# Diy insulated mash tun



## osprey brewday (16/10/16)

Just after any thoughts on my idea for a mash tun before it gets set in expanding foam. I plan to add 1 or 2 2000w silicon drum heaters around the pot (600mm dia) to maintain mash temps, the whole area between the pot and the ice machine bin will be filled with 2 part foam. Still to source a false bottom looking at wedge wire screen any one around Newcastle purchased any of that?
150L total volume, planning a 100L batch (.full volume mash) I will use a hang in element to assist it to get to strike temp then the drum heater can maintain it during the mash with a digital controller. Do you think I need 1 or 2 band heaters. 
Cheers Troy


----------



## SBOB (16/10/16)

You're going to bury that drum heater in the expandable foam? That doesn't seem like a good idea to me...


----------



## husky (16/10/16)

I would use both heaters & no insulation. I was visiting a very small micro yesterday that use these same heaters on their MT. They had 3 x band heaters on a 200L MT. Ramp times are slow but you could add an over the side to get to mash out.
Always wanted to give band heating a go myself.


----------



## malt junkie (16/10/16)

As above, 4000w to maintain and raise mash temp, I wouldn't insulate either, I don't know how you would go about insulating something like that safely, ie without risk of fire.


----------



## osprey brewday (16/10/16)

SBOB said:


> You're going to bury that drum heater in the expandable foam? That doesn't seem like a good idea to me...


I was planing to, I might just stuff some loose insulation in there so it can be serviceable if anything fails, the bin itself is insulated also.


----------



## osprey brewday (16/10/16)

malt junkie said:


> As above, 4000w to maintain and raise mash temp, I wouldn't insulate either, I don't know how you would go about insulating something like that safely, ie without risk of fire.

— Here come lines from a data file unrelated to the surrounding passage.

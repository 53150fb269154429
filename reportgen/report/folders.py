"""Where pages go, and how they are written so that a failure leaves what was there."""

from __future__ import annotations

import os
import re
from collections.abc import Mapping
from contextlib import suppress
from pathlib import Path

from reportgen.errors import Fault, InputError, ReportgenError
from reportgen.record import Record

__all__ = ["folder_name", "page_path", "write_together"]

_UNSAFE = re.compile(r"[^A-Za-z0-9._-]")
_LONGEST = 100
#: Device names that Windows keeps for itself, with any ending.
_RESERVED = {"con", "prn", "aux", "nul", *(f"{port}{n}" for port in ("com", "lpt") for n in range(1, 10))}
#: Folders of the site that are no calculation.
_TAKEN = {"guide"}


def folder_name(text: str, path: str) -> str:
    """A document number or revision as the name of a folder on every system.

    Letters, digits, ``.``, ``-`` and ``_`` stand; anything else becomes ``~`` with its code point in hexadecimal,
    so that two numbers never share a name. Raises InputError on names that no folder may have.
    """
    name = _UNSAFE.sub(lambda match: f"~{ord(match[0]):x}~", text)
    refused = None
    if not name.strip("."):
        refused = "It is empty or only dots."
    elif name.endswith(".") or name.split(".")[0].lower() in _RESERVED:
        refused = "Windows cannot hold a folder of this name."
    elif len(name) > _LONGEST:
        refused = f"As a folder name it has {len(name)} characters, more than {_LONGEST}."
    elif path == "calculation.number" and name.lower() in _TAKEN:
        refused = "The site keeps this folder for something else."
    if refused:
        raise InputError(Fault(f"This text cannot name a folder of the site. {refused}", path=path, found=repr(text)))
    return name


def page_path(record: Record, site: Path) -> Path:
    """``site/<number>/<revision>/index.html`` of a record. Raises InputError when no folder can have that name."""
    number = folder_name(record.number, "calculation.number")
    revision = folder_name(record.revision, "calculation.revision")
    return site / number / revision / "index.html"


def write_together(files: Mapping[Path, bytes]) -> None:
    """Write files beside their places, then rename all of them; after any failure the old ones stand.

    Raises ReportgenError that names the file and what the system said.
    """
    waiting = {path: path.with_name(f".{path.name}.new") for path in files}
    kept = {path: path.with_name(f".{path.name}.old") for path in files}
    placed: list[Path] = []
    saved: list[Path] = []
    current = next(iter(files))
    try:
        for current, content in files.items():
            current.parent.mkdir(parents=True, exist_ok=True)
            waiting[current].write_bytes(content)
        for current in files:
            if current.exists():
                current.replace(kept[current])
                saved.append(current)
            waiting[current].replace(current)
            placed.append(current)
    except OSError as error:
        for path in placed:
            with suppress(OSError):
                path.unlink()
        for path in saved:
            kept[path].replace(path)
        raise ReportgenError(
            Fault(
                "The file cannot be written; what was there stands.", file=os.fspath(current), found=str(error.strerror)
            )
        ) from error
    finally:
        for path in files:
            with suppress(OSError):
                waiting[path].unlink(missing_ok=True)
    for path in saved:
        with suppress(OSError):
            kept[path].unlink()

Done some investigating on this I figured it would be fairly safe limited to 80 deg c


----------



## husky (16/10/16)

If you wanted to insulate it I would use a glasswool/rockwool as commonly used on steam line insulation. I thought poly started to melt @ 80C.


----------



## wynnum1 (16/10/16)

vermiculite or perlite


----------



## osprey brewday (16/10/16)

wynnum1 said:


> vermiculite or perlite


That's the go will just funnel it in and vibrate it,can vacuum it out if I need access.


----------



## wynnum1 (16/10/16)

osprey brewday said:


> That's the go will just funnel it in and vibrate it,can vacuum it out if I need access.


Plus can recycle in the garden about $30 to buy 100l.


----------



## Lyrebird_Cycles (16/10/16)

There's a fire rated version of expandable foam made by Silka (it's pink rather than yellow), it's rated to higher temperature and doesn't produce the nasties that the ordinary stuff does .

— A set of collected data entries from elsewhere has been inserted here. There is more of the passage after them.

"""Where a formula in LaTeX may be cut so that it wraps, and how wide its parts are.

Cuts are made before relations and before + and − that stand outside all brackets. A piece that a narrow screen cannot
hold is cut again inside its brackets, and a fraction that not even a wide one can hold is written as a quotient in the
line.
"""

from __future__ import annotations

import re

__all__ = ["NARROW", "estimated_total", "estimated_width", "parts_of", "split"]

_BREAKS = ("=", "+", "-", r"\approx", r"\leq", r"\geq", r"\le", r"\ge", r"\pm")
#: Characters of one piece of an equation that still fit beside the margin of a narrow screen.
NARROW = 29
#: Characters of a fraction that fit across a sheet of paper.
_LONGEST_FRACTION = 60
_TALL = {r"\frac", r"\sum", r"\int", r"\prod", r"\sqrt"}
_OPEN, _CLOSE = (r"\left(", r"\left["), (r"\right)", r"\right]")
_DEPTHS = {**dict.fromkeys(("{", "(", "[", *_OPEN), 1), **dict.fromkeys(("}", ")", "]", *_CLOSE), -1)}
#: Size of raised and lowered characters in parts of the others.
_SCRIPT = 0.72
#: Characters that an operator takes with the spaces round it.
_OPERATOR = 2
_UNSEEN = {rf"\{name}" for name in ("mathrm", "text", "left", "right", "dot", "bar", "overline")}
_COMMAND = re.compile(r"\\(?:left|right)[()\[\]]|\\[A-Za-z]+|\\.|.", re.DOTALL)


def split(latex: str) -> list[str]:
    """Cut a formula before each relation, + and − that stands outside all braces and brackets, never at a sign."""
    parts: list[str] = []
    current: list[str] = []
    depth = 0
    for token in _COMMAND.findall(latex):
        if depth == 0 and token in _BREAKS and _is_term("".join(current)):
            parts.append("".join(current).strip())
            current = []
        depth += _DEPTHS.get(token, 0)
        current.append(token)
    parts.append("".join(current).strip())
    return [part for part in parts if part]


def _is_term(text: str) -> bool:
    """Whether what stands before an operator is a term, so that the operator joins and is no sign."""
    stripped = re.sub(r"(\\[,;:! ]|\s)+$", "", text)
    if stripped.endswith(("^+", "^-")):  # the positive or negative part of a term
        return True
    return bool(stripped) and not re.search(r"(=|\+|-|\(|\[|,|\\cdot|\\times|\\approx|\\left|\\right|\^|_)$", stripped)


def parts_of(piece: str) -> list[str]:
    """The parts of one piece of ``split``: more than one only where a narrow screen cannot hold it."""
    if estimated_total(piece) <= NARROW:
        return [piece]
    return _split_brackets(_in_line(piece) if estimated_total(piece) > _LONGEST_FRACTION else piece)


def _in_line(piece: str) -> str:
    r"""Every ``\frac{a + b}{c}`` outside all braces and brackets written as ``(a + b)/c``."""
    tokens = _COMMAND.findall(piece)
    text = ""
    depth = 0
    while tokens:
        token = tokens.pop(0)
        if token == r"\frac" and depth == 0:
            text += "/".join(_bracketed("".join(_group(tokens))) for _ in range(2))
            continue
        depth += _DEPTHS.get(token, 0)
        text += token
    return text


def _bracketed(latex: str) -> str:
    """A numerator or denominator in brackets unless it is one symbol or number."""
    return latex if estimated_total(latex) <= 1 else rf"\left({latex}\right)"


def _split_brackets(latex: str) -> list[str]:
    """Cut a formula inside its outermost brackets, before + and − and after commas, and before a division sign.

    Brackets of cut pairs no longer stretch: those that must, since a fraction, a sum or a root stands in them, are
    left whole, as is all within braces.
    """
    tokens = _COMMAND.findall(latex)
    closings = _divisible(tokens)
    parts = [""]
    begin = depth = 0  # where the open bracket's content begins in the last part; depth within it
    divided = False
    for place, token in enumerate(tokens):
        if place in closings or place in closings.values():
            divided, depth = place in closings, 0
            parts[-1] += token[-1]
            begin = len(parts[-1])
            continue
        if depth == 0 and (token == "/" if not divided else token in _BREAKS and _is_term(parts[-1][begin:])):
            parts.append("")
            begin = 0
        parts[-1] += token
        depth += _DEPTHS.get(token, 0)
        if divided and depth == 0 and token == ",":
            parts.append("")
            begin = 0
    return [part.strip() for part in parts] if len(parts) > 1 else [latex]


def _divisible(tokens: list[str]) -> dict[int, int]:
    """Places of outermost brackets, outside all braces, in which nothing is tall: opening to closing."""
    found: dict[int, int] = {}
    depth = start = 0
    for place, token in enumerate(tokens):
        step = _DEPTHS.get(token, 0)
        if step > 0 and depth == 0:
            start = place
        depth += step
        if step < 0 and depth == 0 and tokens[start] in _OPEN and not _TALL.intersection(tokens[start:place]):
            found[start] = place
    return found


def estimated_width(latex: str) -> int:
    """Rough number of characters of the widest part that cannot be broken, to tell whether a screen can hold it."""
    return max((estimated_total(part) for piece in split(latex) for part in parts_of(piece)), default=0)


def estimated_total(latex: str) -> int:
    """Rough number of characters of a formula set in one line; of a fraction the longer part counts."""
    return round(_count(_COMMAND.findall(latex)))


def _count(tokens: list[str]) -> float:
    """Characters of a run of tokens, which it takes from the list; those raised or lowered are smaller."""
    total = 0.0
    while tokens:
        token = tokens.pop(0)
        if token in ("_", "^"):
            script = _count(_group(tokens))
            if tokens and tokens[0] in "_^":  # both stand one above the other
                tokens.pop(0)
                script = max(script, _count(_group(tokens)))
            total += _SCRIPT * script
        elif token in (r"\frac", r"\tfrac"):
            total += max(_count(_group(tokens)), _count(_group(tokens)))
        elif token.startswith("\\") and token[1:].isalpha():
            total += token not in _UNSEEN
        elif token in _BREAKS:
            total += _OPERATOR
        else:
            total += token in (*_OPEN, *_CLOSE, r"\%") or (token[0] != "\\" and token not in " {}")
    return total


def _group(tokens: list[str]) -> list[str]:
    """The tokens of the group in braces that stands next, taken from the list; of none, the next token."""
    if not tokens or tokens[0] != "{":
        return [tokens.pop(0)] if tokens else []
    depth = 0
    group: list[str] = []
    while tokens:
        token = tokens.pop(0)
        depth += {"{": 1, "}": -1}.get(token, 0)
        group.append(token)
        if depth == 0:
            break
    return group[1:-1]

I run a composites curing oven that goes up to 120 oC, it's worked well for that.

$$$ though.


----------



## MHB (16/10/16)

I would use Aeroflex sheet where the heat belt isn't, you can glue it on and wrap in tape to keep it water tight. You can also make cutout covers for the heat bands to maximise the heat going in rather than escaping.

Rated to about 150oC, I've used a lot of this over the years and find it very good both as insulation and value for money.
Mark


----------



## Feldon (16/10/16)

You might also need to consider, not just the affect heat will have on the foam insulation, but the affect it will have on the drum heater components. Even silicone has a heat limit before it starts breaking down, and there mifght be other plastics etc involved in the wiring. How hot will it get inside all that insulation?


----------